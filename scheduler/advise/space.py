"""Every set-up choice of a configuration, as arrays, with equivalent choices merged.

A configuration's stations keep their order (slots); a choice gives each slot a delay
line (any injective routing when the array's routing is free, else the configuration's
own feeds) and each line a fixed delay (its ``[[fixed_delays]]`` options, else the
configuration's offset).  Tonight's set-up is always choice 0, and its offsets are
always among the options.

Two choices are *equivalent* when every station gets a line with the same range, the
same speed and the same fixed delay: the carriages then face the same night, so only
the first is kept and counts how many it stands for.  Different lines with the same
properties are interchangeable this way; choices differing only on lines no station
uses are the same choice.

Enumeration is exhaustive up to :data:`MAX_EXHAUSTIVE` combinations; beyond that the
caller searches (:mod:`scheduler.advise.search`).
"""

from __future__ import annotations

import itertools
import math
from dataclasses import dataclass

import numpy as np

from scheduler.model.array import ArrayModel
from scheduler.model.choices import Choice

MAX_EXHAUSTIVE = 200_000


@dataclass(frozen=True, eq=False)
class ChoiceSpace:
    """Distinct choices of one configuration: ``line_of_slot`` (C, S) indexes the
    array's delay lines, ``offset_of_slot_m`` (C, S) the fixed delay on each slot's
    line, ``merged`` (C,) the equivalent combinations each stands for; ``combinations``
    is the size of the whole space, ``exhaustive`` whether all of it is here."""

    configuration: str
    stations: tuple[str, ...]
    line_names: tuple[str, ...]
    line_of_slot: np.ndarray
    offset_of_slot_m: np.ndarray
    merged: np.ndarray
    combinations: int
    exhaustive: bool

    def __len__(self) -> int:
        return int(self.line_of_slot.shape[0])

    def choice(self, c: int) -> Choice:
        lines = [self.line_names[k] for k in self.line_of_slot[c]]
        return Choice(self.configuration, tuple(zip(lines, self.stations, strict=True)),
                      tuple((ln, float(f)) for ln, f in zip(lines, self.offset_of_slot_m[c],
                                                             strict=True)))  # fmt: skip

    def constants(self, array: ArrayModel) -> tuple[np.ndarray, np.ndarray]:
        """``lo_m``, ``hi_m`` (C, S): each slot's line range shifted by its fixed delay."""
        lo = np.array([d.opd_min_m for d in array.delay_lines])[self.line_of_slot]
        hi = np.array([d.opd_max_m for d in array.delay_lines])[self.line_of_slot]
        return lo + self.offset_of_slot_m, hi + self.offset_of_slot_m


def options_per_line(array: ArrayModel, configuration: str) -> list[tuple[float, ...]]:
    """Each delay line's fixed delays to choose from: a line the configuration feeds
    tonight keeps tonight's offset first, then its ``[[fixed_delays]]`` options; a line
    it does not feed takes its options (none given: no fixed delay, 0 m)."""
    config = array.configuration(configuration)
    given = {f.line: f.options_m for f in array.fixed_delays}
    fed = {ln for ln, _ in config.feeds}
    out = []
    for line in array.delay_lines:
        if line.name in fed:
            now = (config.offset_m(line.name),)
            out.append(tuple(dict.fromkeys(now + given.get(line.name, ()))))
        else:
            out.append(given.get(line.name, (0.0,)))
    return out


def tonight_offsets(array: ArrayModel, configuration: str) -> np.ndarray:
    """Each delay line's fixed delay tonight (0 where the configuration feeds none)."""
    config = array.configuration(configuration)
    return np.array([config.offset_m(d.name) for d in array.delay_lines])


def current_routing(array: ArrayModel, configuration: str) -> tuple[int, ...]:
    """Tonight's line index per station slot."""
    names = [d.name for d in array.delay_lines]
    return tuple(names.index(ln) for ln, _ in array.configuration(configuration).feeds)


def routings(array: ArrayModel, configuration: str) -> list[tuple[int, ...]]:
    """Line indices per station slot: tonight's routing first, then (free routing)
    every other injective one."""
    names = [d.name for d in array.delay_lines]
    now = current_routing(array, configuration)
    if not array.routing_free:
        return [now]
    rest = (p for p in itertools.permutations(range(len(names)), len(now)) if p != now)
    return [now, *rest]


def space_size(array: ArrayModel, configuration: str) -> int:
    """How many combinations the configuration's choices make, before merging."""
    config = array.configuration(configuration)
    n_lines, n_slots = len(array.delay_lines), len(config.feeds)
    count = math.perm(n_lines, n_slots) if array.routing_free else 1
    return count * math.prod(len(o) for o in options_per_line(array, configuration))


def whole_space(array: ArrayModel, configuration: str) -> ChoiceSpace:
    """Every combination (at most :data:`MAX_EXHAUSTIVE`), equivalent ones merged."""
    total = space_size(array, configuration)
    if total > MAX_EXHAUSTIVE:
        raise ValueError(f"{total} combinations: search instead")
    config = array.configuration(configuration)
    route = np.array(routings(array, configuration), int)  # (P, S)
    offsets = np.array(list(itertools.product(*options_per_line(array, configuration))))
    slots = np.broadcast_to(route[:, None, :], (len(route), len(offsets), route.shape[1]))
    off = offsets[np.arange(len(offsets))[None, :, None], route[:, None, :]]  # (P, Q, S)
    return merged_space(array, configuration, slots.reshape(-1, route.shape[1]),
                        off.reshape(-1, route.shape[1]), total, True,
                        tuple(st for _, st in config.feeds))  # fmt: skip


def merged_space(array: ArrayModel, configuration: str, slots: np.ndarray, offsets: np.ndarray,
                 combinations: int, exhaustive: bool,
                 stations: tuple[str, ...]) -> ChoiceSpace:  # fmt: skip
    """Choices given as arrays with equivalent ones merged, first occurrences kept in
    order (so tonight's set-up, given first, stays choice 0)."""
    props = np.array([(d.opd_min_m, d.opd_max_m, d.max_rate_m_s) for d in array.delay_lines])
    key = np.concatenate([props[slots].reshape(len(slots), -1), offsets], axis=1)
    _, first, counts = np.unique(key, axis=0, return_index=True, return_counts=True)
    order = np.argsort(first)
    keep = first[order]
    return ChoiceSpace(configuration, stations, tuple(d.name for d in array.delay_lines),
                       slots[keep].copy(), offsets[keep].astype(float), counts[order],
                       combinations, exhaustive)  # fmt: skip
********************
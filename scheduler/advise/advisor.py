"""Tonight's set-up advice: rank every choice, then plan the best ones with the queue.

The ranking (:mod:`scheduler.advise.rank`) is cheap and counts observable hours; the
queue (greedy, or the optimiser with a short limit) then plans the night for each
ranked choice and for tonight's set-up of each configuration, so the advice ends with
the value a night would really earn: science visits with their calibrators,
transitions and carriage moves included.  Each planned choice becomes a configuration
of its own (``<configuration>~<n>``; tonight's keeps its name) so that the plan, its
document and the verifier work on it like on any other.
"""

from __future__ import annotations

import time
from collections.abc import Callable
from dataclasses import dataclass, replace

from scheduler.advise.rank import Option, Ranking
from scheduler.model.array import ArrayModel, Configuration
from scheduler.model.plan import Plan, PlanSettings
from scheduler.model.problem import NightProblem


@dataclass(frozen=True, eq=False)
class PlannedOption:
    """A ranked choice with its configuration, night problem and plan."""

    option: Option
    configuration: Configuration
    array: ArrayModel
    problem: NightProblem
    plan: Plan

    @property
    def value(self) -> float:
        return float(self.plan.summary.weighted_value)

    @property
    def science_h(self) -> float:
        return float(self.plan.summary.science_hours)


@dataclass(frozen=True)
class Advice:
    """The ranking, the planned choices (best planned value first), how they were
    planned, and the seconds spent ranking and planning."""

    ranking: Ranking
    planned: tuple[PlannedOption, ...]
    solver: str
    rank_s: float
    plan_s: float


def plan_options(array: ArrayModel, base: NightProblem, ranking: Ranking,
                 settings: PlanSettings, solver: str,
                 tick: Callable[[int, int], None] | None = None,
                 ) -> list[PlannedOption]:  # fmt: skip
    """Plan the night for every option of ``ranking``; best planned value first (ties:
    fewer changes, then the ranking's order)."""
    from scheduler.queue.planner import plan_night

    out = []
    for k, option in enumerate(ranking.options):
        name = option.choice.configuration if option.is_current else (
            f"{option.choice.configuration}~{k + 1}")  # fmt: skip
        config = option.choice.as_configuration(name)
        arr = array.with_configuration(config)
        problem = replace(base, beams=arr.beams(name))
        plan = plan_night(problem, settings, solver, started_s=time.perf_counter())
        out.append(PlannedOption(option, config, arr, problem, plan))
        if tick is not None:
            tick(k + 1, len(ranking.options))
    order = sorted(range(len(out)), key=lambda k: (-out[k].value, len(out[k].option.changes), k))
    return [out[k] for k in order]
********************
## Problem statement
Your answer should be one number: how many lines in the material hold the string "float".

## Task result
9